ENTRIES SHOWN.
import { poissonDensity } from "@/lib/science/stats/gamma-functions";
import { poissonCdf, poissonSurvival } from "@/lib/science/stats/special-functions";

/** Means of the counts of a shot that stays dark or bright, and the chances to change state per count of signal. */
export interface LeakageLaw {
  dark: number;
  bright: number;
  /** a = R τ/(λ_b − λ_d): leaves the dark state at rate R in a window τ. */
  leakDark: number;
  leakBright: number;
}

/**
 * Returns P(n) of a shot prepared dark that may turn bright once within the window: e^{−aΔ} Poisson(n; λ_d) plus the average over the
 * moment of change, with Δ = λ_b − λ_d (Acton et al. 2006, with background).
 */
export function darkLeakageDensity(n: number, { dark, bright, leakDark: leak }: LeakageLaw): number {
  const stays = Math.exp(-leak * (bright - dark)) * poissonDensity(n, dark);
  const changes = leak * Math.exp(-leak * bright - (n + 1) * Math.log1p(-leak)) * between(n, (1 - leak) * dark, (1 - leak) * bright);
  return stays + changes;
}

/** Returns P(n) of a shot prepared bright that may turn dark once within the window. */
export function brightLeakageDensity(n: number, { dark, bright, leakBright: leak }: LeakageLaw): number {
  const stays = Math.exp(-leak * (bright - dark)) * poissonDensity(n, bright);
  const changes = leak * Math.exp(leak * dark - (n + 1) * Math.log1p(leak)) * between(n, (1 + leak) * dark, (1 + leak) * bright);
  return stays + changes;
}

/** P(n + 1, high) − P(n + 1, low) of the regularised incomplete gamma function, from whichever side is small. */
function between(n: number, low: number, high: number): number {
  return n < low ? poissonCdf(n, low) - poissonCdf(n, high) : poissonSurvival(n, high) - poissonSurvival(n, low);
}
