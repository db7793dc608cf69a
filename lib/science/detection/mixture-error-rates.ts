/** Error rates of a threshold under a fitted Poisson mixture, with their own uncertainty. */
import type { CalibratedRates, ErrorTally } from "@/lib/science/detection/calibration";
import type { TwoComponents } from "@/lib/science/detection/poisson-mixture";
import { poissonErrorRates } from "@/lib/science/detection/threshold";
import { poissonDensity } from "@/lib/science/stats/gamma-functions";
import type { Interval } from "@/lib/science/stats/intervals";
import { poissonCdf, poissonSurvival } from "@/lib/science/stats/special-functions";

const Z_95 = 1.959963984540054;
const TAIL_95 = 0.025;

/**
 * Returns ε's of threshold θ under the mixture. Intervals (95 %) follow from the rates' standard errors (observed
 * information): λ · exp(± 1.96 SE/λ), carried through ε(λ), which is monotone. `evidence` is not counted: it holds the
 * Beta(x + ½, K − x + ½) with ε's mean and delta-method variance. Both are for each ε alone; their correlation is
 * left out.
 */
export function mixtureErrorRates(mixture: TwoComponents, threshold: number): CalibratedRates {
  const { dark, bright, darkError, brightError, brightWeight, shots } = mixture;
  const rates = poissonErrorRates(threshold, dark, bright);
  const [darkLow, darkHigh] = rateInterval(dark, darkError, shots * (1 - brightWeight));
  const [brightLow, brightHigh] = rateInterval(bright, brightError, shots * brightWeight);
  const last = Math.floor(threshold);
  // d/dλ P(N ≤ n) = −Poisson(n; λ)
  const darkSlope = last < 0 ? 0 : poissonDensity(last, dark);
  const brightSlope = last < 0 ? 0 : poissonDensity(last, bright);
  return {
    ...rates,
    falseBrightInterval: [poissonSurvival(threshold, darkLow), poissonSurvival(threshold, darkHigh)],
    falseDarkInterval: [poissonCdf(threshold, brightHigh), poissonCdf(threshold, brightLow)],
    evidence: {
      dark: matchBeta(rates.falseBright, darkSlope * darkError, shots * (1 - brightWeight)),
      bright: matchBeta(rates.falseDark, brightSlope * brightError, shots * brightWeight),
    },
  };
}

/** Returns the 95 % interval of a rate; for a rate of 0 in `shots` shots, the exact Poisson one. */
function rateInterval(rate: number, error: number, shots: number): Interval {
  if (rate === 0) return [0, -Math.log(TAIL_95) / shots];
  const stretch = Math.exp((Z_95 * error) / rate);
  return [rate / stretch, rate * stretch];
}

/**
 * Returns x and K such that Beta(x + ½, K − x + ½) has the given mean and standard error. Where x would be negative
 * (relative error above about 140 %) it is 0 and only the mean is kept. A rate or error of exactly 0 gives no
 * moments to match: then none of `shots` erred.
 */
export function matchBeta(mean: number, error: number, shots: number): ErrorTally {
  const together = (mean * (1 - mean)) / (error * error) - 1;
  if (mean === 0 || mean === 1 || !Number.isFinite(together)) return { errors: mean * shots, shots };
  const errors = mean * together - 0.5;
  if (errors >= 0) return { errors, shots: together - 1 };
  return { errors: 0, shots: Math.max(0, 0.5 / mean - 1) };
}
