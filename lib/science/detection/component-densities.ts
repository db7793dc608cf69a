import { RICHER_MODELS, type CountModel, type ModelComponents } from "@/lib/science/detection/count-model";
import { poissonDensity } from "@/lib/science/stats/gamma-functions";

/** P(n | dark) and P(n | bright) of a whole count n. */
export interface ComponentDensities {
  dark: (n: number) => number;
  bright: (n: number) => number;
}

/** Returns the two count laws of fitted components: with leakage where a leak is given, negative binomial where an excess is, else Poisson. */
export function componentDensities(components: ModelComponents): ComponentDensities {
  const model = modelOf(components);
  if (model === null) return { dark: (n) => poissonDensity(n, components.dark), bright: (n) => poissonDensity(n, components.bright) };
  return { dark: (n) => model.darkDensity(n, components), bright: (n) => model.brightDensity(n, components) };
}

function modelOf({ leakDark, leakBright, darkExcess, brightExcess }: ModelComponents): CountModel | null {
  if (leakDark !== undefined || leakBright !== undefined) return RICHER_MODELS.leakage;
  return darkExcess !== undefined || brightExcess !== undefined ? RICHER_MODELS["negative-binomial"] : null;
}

---

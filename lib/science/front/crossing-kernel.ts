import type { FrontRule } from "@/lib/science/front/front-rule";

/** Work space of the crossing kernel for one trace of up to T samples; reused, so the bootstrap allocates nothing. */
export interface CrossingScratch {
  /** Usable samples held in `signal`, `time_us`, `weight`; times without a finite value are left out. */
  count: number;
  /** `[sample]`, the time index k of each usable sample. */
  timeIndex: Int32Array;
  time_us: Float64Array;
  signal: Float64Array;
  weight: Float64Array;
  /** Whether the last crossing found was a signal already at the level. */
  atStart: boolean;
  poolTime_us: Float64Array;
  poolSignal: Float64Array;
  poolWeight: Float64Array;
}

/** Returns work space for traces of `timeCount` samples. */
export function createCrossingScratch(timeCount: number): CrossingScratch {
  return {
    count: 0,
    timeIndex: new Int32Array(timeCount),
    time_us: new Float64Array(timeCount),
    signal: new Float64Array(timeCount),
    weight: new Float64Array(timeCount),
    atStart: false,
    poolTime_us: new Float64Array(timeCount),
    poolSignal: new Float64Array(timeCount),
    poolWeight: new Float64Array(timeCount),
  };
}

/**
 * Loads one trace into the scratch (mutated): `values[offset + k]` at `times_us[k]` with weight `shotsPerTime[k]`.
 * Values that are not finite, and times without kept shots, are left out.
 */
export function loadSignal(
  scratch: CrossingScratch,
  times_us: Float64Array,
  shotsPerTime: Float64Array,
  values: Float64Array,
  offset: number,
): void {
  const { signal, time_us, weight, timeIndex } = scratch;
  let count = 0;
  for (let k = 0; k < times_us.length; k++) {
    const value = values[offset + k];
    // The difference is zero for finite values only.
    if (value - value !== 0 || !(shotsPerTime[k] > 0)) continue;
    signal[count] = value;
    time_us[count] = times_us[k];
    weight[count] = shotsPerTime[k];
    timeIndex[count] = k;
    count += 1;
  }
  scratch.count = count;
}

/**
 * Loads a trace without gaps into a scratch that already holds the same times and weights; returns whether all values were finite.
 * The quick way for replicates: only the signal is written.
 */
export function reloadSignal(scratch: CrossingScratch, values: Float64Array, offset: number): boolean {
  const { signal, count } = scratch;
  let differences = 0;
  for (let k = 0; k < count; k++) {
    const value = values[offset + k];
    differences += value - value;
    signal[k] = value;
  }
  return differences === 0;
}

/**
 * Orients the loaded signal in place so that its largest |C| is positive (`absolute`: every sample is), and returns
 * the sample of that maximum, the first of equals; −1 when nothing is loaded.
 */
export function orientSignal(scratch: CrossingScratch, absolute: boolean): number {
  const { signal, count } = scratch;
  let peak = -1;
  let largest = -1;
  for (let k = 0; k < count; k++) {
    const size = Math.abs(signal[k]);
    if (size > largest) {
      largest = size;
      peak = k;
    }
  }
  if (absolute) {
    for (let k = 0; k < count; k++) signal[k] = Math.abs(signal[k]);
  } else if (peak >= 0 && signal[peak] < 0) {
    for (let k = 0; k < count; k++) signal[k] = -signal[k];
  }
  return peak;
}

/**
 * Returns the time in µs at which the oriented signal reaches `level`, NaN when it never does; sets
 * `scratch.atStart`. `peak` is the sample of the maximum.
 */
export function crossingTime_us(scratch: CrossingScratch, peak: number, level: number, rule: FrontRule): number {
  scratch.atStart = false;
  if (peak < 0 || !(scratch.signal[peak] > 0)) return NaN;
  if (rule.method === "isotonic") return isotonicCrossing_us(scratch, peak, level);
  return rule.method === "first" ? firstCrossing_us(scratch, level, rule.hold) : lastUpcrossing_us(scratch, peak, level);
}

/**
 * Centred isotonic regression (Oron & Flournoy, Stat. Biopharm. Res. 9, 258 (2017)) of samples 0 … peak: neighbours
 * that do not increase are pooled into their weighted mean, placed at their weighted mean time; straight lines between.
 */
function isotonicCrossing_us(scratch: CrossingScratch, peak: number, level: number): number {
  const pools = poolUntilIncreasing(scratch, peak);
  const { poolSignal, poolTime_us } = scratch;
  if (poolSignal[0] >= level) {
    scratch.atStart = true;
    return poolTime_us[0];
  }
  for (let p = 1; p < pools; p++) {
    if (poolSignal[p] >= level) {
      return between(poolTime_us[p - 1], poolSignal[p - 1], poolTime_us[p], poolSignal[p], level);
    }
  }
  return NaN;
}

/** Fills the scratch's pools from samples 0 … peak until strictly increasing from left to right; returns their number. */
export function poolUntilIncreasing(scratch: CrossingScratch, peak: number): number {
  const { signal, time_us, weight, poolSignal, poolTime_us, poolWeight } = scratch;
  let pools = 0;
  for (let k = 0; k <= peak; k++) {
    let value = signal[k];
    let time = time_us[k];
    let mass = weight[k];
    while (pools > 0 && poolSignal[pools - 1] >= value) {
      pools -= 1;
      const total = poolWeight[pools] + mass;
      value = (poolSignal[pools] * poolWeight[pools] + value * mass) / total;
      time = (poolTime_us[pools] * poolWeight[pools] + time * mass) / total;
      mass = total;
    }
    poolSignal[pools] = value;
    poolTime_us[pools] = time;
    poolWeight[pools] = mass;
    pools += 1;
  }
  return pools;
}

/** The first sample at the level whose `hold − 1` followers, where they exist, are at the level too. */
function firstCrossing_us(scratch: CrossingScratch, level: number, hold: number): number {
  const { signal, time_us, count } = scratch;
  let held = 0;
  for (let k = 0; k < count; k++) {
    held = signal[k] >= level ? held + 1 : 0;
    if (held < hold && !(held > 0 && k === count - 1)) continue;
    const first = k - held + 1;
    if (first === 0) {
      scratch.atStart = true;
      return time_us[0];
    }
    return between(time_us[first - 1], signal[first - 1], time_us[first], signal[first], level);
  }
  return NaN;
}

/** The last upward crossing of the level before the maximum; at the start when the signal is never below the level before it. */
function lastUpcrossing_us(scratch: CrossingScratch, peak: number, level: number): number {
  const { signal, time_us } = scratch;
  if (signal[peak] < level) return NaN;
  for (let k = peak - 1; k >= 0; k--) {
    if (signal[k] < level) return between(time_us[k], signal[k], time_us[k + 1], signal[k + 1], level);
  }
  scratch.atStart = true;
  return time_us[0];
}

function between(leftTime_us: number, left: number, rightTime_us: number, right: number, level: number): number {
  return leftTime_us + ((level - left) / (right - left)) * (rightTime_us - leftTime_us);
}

PROBLEM TO SOLVE.
Provide only the count of lines within the entries above that include the string "CountModel".

RESULT FOR THIS TASK.
2